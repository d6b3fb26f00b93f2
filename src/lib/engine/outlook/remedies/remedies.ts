import { defaultWind, METHOD_WIND_LIMITS } from '../../coating/methodWind';
import {
	METHODS,
	SHELTERS,
	STATES,
	type Limiter,
	type Method,
	type ShelterName
} from '../../vocabulary';
import { runsOf, stepHours, type HoursOptions, type HoursRun } from '../hours/stepHours';
import type { StepHours } from '../hours/result';
import type { Step } from '../hours/step';
import type { Site } from '../weather/site';
import { SLOT_SECONDS, type FaceConditions } from '../weather/slots';
import type { Remedy } from './remedy';

const SHUT = STATES.indexOf('shut');
const SLOT_MINUTES = SLOT_SECONDS / 60;
const DAY_SLOTS = 86_400 / SLOT_SECONDS;

/** Runs that no shelter, method or waiting of hours opens: the clock, the dark, what is not known. */
const NO_REMEDY: readonly Limiter[] = ['none', 'hours', 'dark', 'noData', 'early', 'late'];

/** What the step would meet otherwise: hours with one thing changed. */
interface Alternative {
	readonly hours: StepHours;
	readonly shelter: ShelterName | null;
	readonly method: Method | null;
	readonly isAssumed: boolean;
}

export interface RemedyInput {
	readonly step: Step;
	readonly conditions: readonly FaceConditions[];
	readonly site: Site;
	readonly hours: StepHours;
	readonly options: HoursOptions;
	/** Shelters the yard has beyond the one that stands, with what the step's faces meet under each. */
	readonly shelters: readonly {
		readonly shelter: ShelterName;
		readonly conditions: readonly FaceConditions[];
	}[];
	/** Slots [from, to) to answer for. */
	readonly from: number;
	readonly to: number;
}

/** The step laid by another method, with the usual wind limits of it where they are wider. */
function otherMethods({ step, conditions, site, options }: RemedyInput): Alternative[] {
	const own = step.method === 'none' ? null : METHOD_WIND_LIMITS[step.method];
	if (own === null || (step.limits.wind === undefined && step.limits.gust === undefined)) return [];
	return METHODS.flatMap((method): Alternative[] => {
		if (method === 'none' || method === step.method) return [];
		const usual = defaultWind(method, null);
		if (usual === null || usual.gust <= own.gust) return [];
		const limits = {
			...step.limits,
			wind: { max: Math.max(usual.stop, step.limits.wind?.max ?? 0) },
			gust: { max: Math.max(usual.gust, step.limits.gust?.max ?? 0) }
		};
		const hours = stepHours({ ...step, method, limits }, conditions, site, options);
		return [{ hours, shelter: null, method, isAssumed: true }];
	});
}

function otherShelters({ step, site, shelters, options }: RemedyInput): Alternative[] {
	// Usual errors are those of the open face: what a shelter does to them nobody has measured.
	return [...shelters]
		.sort((a, b) => SHELTERS.indexOf(a.shelter) - SHELTERS.indexOf(b.shelter))
		.map(({ shelter, conditions }) => ({
			hours: stepHours(step, conditions, site, options),
			shelter,
			method: null,
			isAssumed: false
		}));
}

/** Remedies of the shut runs of a step's hours, run by run, the least trouble first. */
export function remediesOf(input: RemedyInput): Remedy[] {
	const { hours, conditions, from, to } = input;
	const { grid } = conditions[0].weather;
	const at = (slot: number): number => grid.start + slot * SLOT_SECONDS;
	const runs = runsOf(hours, from, to).filter(
		({ state, limiter }) => state === 'shut' && !NO_REMEDY.includes(limiter)
	);
	if (runs.length === 0) return [];
	const alternatives = [...otherMethods(input), ...otherShelters(input)];
	return runs.flatMap((run) => {
		const told = {
			from: at(run.from),
			to: at(run.to),
			limiter: run.limiter,
			shelter: null,
			method: null,
			isAssumed: false
		};
		return [
			{ ...told, ...waiting(hours, run, at) },
			...alternatives
				.filter(({ method }) => method === null || run.limiter === 'wind')
				.map(({ hours: other, shelter, method, isAssumed }) => ({
					...told,
					...opened(other, run, at),
					code: method === null ? ('shelter' as const) : ('method' as const),
					shelter,
					method,
					isAssumed
				}))
		];
	});
}

type Gain = Pick<Remedy, 'code' | 'gainMinutes' | 'opensFrom' | 'opensTo'>;

/** The slots of a shut run that other hours would have workable. */
function opened(other: StepHours, run: HoursRun, at: (slot: number) => number): Omit<Gain, 'code'> {
	let slots = 0;
	let first = -1;
	let last = -1;
	for (let slot = run.from; slot < run.to; slot++) {
		if (other.state[slot] === SHUT) continue;
		slots++;
		if (first < 0) first = slot;
		last = slot;
	}
	return {
		gainMinutes: slots * SLOT_MINUTES,
		opensFrom: first < 0 ? null : at(first),
		opensTo: last < 0 ? null : at(last + 1)
	};
}

/** Waiting: the next stretch that begins within a day of the run's end. */
function waiting(hours: StepHours, run: HoursRun, at: (slot: number) => number): Gain {
	const code = run.limiter === 'wet' || run.limiter === 'frost' ? 'dry' : 'wait';
	const next = hours.stretches.find(
		(stretch) => stretch.from >= run.to && stretch.from < run.to + DAY_SLOTS
	);
	return next === undefined
		? { code, gainMinutes: 0, opensFrom: null, opensTo: null }
		: {
				code,
				gainMinutes: (next.to - next.from) * SLOT_MINUTES,
				opensFrom: at(next.from),
				opensTo: at(next.to)
			};
}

_____

Reproduce every line of the material above that has the string "would".

*SOLUTION FOR THIS TASK*
/** What the step would meet otherwise: hours with one thing changed. */
/** The slots of a shut run that other hours would have workable. */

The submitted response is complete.